Exercise brief ::
Report the number of lines in the data where the word "blocks" appears, and add no other text.

Data records ::
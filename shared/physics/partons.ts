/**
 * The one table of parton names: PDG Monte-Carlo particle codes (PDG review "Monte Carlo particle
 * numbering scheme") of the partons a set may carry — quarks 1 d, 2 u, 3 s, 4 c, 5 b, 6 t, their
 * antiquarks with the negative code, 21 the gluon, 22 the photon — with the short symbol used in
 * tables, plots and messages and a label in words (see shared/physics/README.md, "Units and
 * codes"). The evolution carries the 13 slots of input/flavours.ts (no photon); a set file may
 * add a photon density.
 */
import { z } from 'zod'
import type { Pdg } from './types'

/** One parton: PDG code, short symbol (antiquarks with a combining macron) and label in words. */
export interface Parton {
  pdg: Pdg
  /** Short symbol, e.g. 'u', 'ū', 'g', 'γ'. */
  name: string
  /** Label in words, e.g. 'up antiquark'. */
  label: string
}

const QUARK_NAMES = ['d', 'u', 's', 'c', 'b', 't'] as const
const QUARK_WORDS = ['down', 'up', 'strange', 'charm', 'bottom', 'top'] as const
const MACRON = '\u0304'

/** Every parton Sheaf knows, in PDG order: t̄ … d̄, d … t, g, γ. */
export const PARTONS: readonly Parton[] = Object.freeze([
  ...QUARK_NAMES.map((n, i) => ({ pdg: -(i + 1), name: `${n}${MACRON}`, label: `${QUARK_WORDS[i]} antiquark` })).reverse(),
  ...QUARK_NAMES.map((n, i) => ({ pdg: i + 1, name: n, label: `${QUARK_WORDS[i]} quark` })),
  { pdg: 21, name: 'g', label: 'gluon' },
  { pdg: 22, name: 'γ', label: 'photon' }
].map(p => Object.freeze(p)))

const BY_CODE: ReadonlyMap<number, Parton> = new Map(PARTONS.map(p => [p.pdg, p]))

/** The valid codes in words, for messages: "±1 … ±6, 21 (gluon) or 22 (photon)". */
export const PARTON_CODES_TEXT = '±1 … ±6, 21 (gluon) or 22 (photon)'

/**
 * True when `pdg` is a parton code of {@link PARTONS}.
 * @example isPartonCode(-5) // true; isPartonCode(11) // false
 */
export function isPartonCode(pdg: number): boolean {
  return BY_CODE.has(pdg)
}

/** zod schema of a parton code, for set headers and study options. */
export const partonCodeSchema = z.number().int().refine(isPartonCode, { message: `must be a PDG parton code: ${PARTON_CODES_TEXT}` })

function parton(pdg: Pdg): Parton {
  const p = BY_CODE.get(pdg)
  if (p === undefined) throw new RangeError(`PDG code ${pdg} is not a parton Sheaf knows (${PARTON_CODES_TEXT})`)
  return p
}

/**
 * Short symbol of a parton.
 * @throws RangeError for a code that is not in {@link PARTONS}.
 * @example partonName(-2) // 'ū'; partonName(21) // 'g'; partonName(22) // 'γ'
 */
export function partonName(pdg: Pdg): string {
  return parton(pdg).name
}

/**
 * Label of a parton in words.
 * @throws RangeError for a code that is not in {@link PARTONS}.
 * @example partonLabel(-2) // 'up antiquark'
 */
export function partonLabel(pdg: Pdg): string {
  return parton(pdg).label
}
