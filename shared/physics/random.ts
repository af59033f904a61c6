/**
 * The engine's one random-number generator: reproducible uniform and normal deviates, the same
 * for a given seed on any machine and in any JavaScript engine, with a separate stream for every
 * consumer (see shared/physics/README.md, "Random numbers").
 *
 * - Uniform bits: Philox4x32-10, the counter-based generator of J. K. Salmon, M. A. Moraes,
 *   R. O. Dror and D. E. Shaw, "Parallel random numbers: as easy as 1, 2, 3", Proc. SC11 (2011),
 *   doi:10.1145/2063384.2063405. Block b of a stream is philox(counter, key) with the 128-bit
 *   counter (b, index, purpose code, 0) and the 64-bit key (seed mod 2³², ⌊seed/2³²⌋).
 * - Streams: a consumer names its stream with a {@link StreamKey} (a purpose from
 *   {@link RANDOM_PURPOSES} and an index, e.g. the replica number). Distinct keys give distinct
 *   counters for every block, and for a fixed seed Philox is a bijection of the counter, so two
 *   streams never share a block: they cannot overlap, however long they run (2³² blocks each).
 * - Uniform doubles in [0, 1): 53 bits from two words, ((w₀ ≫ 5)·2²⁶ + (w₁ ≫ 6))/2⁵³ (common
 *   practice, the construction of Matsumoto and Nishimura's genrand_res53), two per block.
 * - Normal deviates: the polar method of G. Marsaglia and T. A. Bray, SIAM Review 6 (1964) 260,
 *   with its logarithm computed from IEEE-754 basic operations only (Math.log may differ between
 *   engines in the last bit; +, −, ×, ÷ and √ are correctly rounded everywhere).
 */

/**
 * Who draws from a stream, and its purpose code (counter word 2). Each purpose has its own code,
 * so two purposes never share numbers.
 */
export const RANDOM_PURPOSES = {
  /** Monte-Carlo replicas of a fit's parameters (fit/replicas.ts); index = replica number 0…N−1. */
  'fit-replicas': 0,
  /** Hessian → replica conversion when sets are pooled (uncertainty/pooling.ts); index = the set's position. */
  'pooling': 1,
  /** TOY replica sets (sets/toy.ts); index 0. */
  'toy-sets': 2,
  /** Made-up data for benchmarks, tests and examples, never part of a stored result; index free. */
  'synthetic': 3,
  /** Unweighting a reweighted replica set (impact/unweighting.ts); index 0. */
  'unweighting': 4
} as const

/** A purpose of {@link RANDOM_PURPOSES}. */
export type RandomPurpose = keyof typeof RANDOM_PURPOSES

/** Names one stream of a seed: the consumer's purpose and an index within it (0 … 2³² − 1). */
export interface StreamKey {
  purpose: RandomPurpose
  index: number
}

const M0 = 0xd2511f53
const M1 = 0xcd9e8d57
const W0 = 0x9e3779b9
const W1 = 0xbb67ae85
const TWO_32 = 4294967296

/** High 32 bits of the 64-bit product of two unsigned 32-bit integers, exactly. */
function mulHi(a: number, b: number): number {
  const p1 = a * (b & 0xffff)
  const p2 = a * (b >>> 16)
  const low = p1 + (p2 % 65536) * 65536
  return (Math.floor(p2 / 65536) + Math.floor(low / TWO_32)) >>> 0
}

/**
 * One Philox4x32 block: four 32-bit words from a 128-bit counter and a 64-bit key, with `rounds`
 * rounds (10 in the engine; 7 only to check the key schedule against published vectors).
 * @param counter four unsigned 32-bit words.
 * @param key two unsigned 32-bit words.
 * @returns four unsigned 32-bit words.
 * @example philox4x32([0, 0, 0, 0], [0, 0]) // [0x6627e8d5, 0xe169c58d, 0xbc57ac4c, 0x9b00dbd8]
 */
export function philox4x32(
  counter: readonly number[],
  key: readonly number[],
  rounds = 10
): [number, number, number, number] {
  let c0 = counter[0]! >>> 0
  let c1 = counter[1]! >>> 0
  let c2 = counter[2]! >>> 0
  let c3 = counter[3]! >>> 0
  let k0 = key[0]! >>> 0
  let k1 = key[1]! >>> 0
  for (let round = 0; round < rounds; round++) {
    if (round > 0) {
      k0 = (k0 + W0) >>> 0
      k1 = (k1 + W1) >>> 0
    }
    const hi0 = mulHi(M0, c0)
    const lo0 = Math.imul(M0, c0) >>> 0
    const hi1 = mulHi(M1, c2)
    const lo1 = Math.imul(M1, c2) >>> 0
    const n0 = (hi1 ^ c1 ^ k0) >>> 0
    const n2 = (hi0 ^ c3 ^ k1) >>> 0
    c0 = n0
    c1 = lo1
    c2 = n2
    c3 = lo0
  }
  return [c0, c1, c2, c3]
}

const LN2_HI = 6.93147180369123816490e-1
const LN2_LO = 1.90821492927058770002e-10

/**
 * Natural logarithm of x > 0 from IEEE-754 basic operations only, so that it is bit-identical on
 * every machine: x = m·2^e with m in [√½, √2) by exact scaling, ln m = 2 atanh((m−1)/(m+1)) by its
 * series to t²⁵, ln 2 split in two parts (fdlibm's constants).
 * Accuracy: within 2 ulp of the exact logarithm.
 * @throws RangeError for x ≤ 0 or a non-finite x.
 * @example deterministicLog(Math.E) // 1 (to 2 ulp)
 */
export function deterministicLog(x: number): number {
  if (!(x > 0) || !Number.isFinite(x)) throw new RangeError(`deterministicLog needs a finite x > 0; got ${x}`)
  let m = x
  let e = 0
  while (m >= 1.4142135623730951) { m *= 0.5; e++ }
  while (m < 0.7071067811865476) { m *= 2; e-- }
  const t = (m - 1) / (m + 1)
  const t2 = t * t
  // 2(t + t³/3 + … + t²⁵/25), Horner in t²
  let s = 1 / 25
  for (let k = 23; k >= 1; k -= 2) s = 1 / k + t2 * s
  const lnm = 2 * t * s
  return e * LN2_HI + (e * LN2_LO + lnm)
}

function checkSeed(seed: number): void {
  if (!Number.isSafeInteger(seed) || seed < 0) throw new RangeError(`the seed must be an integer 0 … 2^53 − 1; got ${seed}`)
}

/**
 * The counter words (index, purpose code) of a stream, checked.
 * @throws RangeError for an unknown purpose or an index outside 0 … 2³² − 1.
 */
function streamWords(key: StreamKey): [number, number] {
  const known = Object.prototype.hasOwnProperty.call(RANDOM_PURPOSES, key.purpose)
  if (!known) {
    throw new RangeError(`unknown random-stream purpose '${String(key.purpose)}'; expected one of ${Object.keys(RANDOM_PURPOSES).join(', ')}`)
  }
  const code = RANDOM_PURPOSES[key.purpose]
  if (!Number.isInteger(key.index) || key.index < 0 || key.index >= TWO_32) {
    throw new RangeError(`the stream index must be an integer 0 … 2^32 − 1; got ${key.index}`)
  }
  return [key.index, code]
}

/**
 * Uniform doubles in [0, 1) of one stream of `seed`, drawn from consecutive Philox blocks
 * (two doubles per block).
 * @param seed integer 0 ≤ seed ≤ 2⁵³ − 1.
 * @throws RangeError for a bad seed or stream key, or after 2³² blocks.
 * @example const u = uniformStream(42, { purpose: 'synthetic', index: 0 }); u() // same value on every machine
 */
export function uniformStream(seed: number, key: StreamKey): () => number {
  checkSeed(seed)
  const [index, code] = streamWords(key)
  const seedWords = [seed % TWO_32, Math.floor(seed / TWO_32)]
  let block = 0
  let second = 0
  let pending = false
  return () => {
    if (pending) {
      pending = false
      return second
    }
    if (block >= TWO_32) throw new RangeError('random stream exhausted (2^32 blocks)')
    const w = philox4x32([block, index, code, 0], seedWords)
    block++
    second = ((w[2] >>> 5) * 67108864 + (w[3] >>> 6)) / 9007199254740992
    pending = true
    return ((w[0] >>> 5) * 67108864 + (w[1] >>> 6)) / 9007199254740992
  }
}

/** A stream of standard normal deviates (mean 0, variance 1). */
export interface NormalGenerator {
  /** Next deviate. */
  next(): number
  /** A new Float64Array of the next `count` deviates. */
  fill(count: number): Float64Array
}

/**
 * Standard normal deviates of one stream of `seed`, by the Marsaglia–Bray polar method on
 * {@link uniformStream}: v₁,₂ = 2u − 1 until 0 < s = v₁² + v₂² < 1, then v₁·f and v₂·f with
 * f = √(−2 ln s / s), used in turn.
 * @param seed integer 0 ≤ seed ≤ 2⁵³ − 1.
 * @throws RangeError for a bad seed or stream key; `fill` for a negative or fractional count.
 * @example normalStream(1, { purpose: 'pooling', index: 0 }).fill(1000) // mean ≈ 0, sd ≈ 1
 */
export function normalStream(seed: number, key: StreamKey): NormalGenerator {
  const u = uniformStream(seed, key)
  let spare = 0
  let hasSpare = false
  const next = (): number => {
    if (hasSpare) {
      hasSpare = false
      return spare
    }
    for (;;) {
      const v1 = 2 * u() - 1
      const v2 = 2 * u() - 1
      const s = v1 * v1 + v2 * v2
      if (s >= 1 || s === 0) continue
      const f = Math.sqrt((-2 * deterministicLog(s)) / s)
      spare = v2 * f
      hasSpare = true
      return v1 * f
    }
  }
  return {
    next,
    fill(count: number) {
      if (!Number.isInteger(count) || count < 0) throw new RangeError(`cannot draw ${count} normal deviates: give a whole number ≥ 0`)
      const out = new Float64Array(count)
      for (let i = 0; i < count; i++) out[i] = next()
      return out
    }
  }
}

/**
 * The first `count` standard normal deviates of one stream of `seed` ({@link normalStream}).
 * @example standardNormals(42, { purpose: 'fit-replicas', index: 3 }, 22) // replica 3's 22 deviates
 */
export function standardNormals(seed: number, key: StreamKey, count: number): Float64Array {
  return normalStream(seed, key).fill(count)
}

Result for this exercise ::
4